Les résultats obtenus sur base de cette recherche conduisent à une réflexion et des pistes concernant la formation continue en éducation aux médias et permettent de répondre objectivement à la question de recherche. Au regard des interprétations des résultats à travers des deux sous-hypothèses de cette recherche, nous pouvons affirmer, en grande partie, que la formation continue en éducation aux médias en Belgique francophone ne permet pas d’améliorer les compétences médiatiques et didactiques des spécialistes de l’éducation au point de pouvoir inclure l’éducation aux médias dans leur pratique professionnelle de manière transversale. Comme cela a été démontré dans ce travail, les formations semblent ne permettre qu’à une minorité de participants d’inclure l’éducation aux médias dans leur pratique éducative de manière transversale, même si celles-ci répondent, pour la plupart des indicateurs de la grille d’analyse de la 1ère phase de la méthode, de manière positive. La formation continue peut-elle à elle seule compenser le manque de points d’appui présents dans les programmes et référentiels, dans conditions matérielles et techniques, etc. ? Il y a tellement de facteurs qu’une formation seule ne peut pas compenser… Dès lors, la question à se poser est de comprendre quelles sont les conditions à rencontrer pour renforcer l’inclusion de ces pratiques.

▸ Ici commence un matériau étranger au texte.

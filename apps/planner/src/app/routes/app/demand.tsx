import { DemandPage } from '@/features/demand';
import { useMe } from '@/lib/auth';
import { can } from '@/lib/authorization';

export default function DemandRoute() {
  const me = useMe();
  return <DemandPage canEdit={can(me.data?.role, 'write:demand')} />;
}
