import { useMutation, useQueryClient } from '@tanstack/react-query';
import { personUpdateSchema, type Person, type PersonUpdate } from '@millrace/contracts';
import { api } from '@/lib/api-client';
import { peopleQueryOptions } from './get-people';

export { personUpdateSchema };
export type { PersonUpdate };

/** PATCH /api/people/:id (admin): role, active or name, with the version read. */
export const updatePerson = ({ id, body }: { id: number; body: PersonUpdate }): Promise<Person> =>
  api.patch<Person>(`/api/people/${id}`, personUpdateSchema.parse(body));

export function useUpdatePerson() {
  const queryClient = useQueryClient();
  return useMutation({
    mutationFn: updatePerson,
    onSettled: () => queryClient.invalidateQueries({ queryKey: peopleQueryOptions().queryKey }),
  });
}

Notre travail a pu ouvrir des portes quant à une chose jamais observée auparavant : le retour et les pratiques concrètes des professionnels de l’éducation après avoir suivi un module de formation continue sur l’éducation aux médias. Cela a également permis de comprendre et pointer, au-delà des manquements de certaines formations, les lacunes générales de notre système de formation en éducation aux médias. Si celui-ci, à travers notre mémoire, s’est attaché aux enseignants et éducateurs, il faut se dire que cela touche donc indirectement leurs élèves en FWB. Les résultats obtenus par cette méthode qualitative montrent ainsi qu’elle permet de récolter des informations utiles pour la conception de modules de formation continue. Elle pourrait constituer la prémisse de pratiques d’évaluation formative et d’amélioration des dispositifs de formation. Le flux des formations et le caractère très formel des « sondages de satisfaction » tels qu’utilisés actuellement méritent d’être complétés par une évaluation qualitative de ce type. Nous sommes convaincu que, menée à une échelle plus large et de manière longitudinale, cette forme d’évaluation qualitative enrichirait les pratiques de formation continue et permettrait de répondre mieux aux demandes des enseignants. Offrir des ressources et du temps permettant au personnel éducatif de mettre pleinement en avant l’EAM dans ses pratiques professionnelles ainsi que prendre des dispositions concrètes pour le former à le faire devrait être une des priorités de la FWB pour améliorer la qualité de l’enseignement de l’éducation aux médias de façon transversale. Comme montré à travers ce mémoire, le problème de formation ne réside pas seulement dans la composante étudiée ici mais est général et dépend d’autres critères que la formation continue seule, comme le problème systémique de la formation initiale, ainsi que les points d’appui dans les référentiels et programmes d’enseignement et les conditions techniques et matérielles dans les classes. Un des défis majeurs à relever pour améliorer les compétences médiatiques des citoyens concerne l’enseignement, et pour ce faire, il faut commencer par s’intéresser à la formation des élèves mais également et surtout à celle des professionnels de l’éducation.

Remise du Prix

Le Prix a été remis dans le cadre de la Journée de la recherche de la Fédération Wallonie-Bruxelles, le 1ier décembre 2020. A cette occasion, outre le Prix du Conseil supérieur de l’éducation aux médias (CSEM) ont également été remis les Prix de l’Observatoire des politiques culturelles (OPC), de l’Administration générale du sport (AGS), de l’Administration des maisons de justice (AGMJ) et de l’Administration générale de l’enseignement (AGE) qui récompensent des thèses, mémoires et TFE. 

Cette matinée s'est déroulée sous forme de webinaire via la plateforme Zoom le mardi 1ier décembre 2020.